In this study, we examined the effects of FE65 on VLDLR trafficking and processing and found that FE65 increases VLDLR on the cell surface in vitro (Figure 4), similar to the effect of FE65 on ApoER2 trafficking [17]. In addition, FE65 increased sVLDLR, while total VLDLR remained unchanged in COS7 cells (Figure 4) and brain lysates (Figure 8D). Consistent with our previous findings [17], VLDLR CTF was undetectable without the presence of the proteasomal inhibitor MG132 when full length VLDLR was overexpressed. Additionally, we observed increased expression of full length VLDLR with MG132 treatment, suggesting that both VLDLR CTF and full length VLDLR may undergo proteasome degradation (Figure 4A). To further support our findings, a recent study demonstrated that the E3 ubiquitin Ligase IDOL targets the VLDLR receptor for degradation, specifically through the lysine residues adjacent to the NPXY motif [26].

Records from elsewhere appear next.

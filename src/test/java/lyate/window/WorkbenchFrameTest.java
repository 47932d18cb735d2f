package lyate.window;

import static org.junit.jupiter.api.Assertions.assertEquals;
import static org.junit.jupiter.api.Assertions.assertFalse;
import static org.junit.jupiter.api.Assertions.assertTrue;
import static org.junit.jupiter.api.Assumptions.assumeFalse;

import java.awt.Frame;
import java.awt.GraphicsEnvironment;
import java.nio.file.Files;
import java.nio.file.Path;
import java.util.Arrays;
import java.util.concurrent.atomic.AtomicReference;
import javax.swing.SwingUtilities;
import lyate.table.TableFolders;
import org.junit.jupiter.api.Test;
import org.junit.jupiter.api.io.TempDir;

class WorkbenchFrameTest {

    @Test
    void opensWithTheRealTablesAndRemembersItsPlace(@TempDir Path folder) throws Exception {
        assumeFalse(GraphicsEnvironment.isHeadless(), "the window needs a display");
        Path file = folder.resolve("window.properties");
        WorkbenchFrame.open(Engine.load(TableFolders.packaged()), new WindowMemory(file));
        WorkbenchFrame frame = waitForReview();
        SwingUtilities.invokeAndWait(() -> frame.setSize(1234, 777));
        SwingUtilities.invokeAndWait(frame::dispose);
        waitUntil(() -> Files.exists(file));
        assertEquals("1234", new WindowMemory(file).get("width", ""));
    }

    @Test
    void aMemoryThatCannotBeWrittenOnlyForgets(@TempDir Path folder) throws Exception {
        Path blocked = Files.writeString(folder.resolve("file"), "").resolve("window.properties");
        WindowMemory memory = new WindowMemory(blocked);
        memory.put("dark", "true");
        assertFalse(memory.save());
        assertFalse(new WindowMemory(blocked).isDark());
    }

    @Test
    void aDamagedMemoryIsForgotten(@TempDir Path folder) throws Exception {
        Path file = Files.writeString(folder.resolve("window.properties"), "x=\\u00zz\nzoom=big");
        WindowMemory memory = new WindowMemory(file);
        assertEquals(1, memory.zoom());
        assertEquals("none", memory.get("x", "none"));
    }

    private static WorkbenchFrame waitForReview() throws Exception {
        AtomicReference<WorkbenchFrame> found = new AtomicReference<>();
        waitUntil(() -> {
            SwingUtilities.invokeAndWait(() -> found.set(Arrays.stream(Frame.getFrames()).filter(WorkbenchFrame.class::isInstance)
                    .map(WorkbenchFrame.class::cast).filter(frame -> frame.isShowing() && frame.reviewed()).findFirst().orElse(null)));
            return found.get() != null;
        });
        return found.get();
    }

    private interface Condition {
        boolean holds() throws Exception;
    }

    private static void waitUntil(Condition condition) throws Exception {
        long end = System.nanoTime() + 20_000_000_000L;
        while (!condition.holds()) {
            assertTrue(System.nanoTime() < end, "not within 20 s");
            Thread.sleep(20);
        }
    }
}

Several studies have shown that the PTB2 domain of FE65 interacts with APP, thereby affecting its trafficking and processing in numerous cell lines [12–14, 27–30]. These studies have differed in the observed effects of FE65 on APP processing. We found that FE65 increased sAPPα and decreased Aβ production in COS7 cells [17], perhaps by modulating APP trafficking. In contrast, we and others have shown that FE65 decreased sAPPα in CHO cells [17, 18], suggesting that the effects in different cell types may be due to different interacting proteins. Guenette et al. examined the effect of FE65 on APP processing in vivo and found that total APP levels were unchanged in 3-4 month old FE65 knockout mice compared to wild-type littermates [11]. Interestingly, we observed that 13 month old FE65 knockout mice have an increase total APP and APP CTF compared to wild-type littermates (Additional file 1: Figure S1), suggesting that FE65 alters APP processing in an age-dependent manner.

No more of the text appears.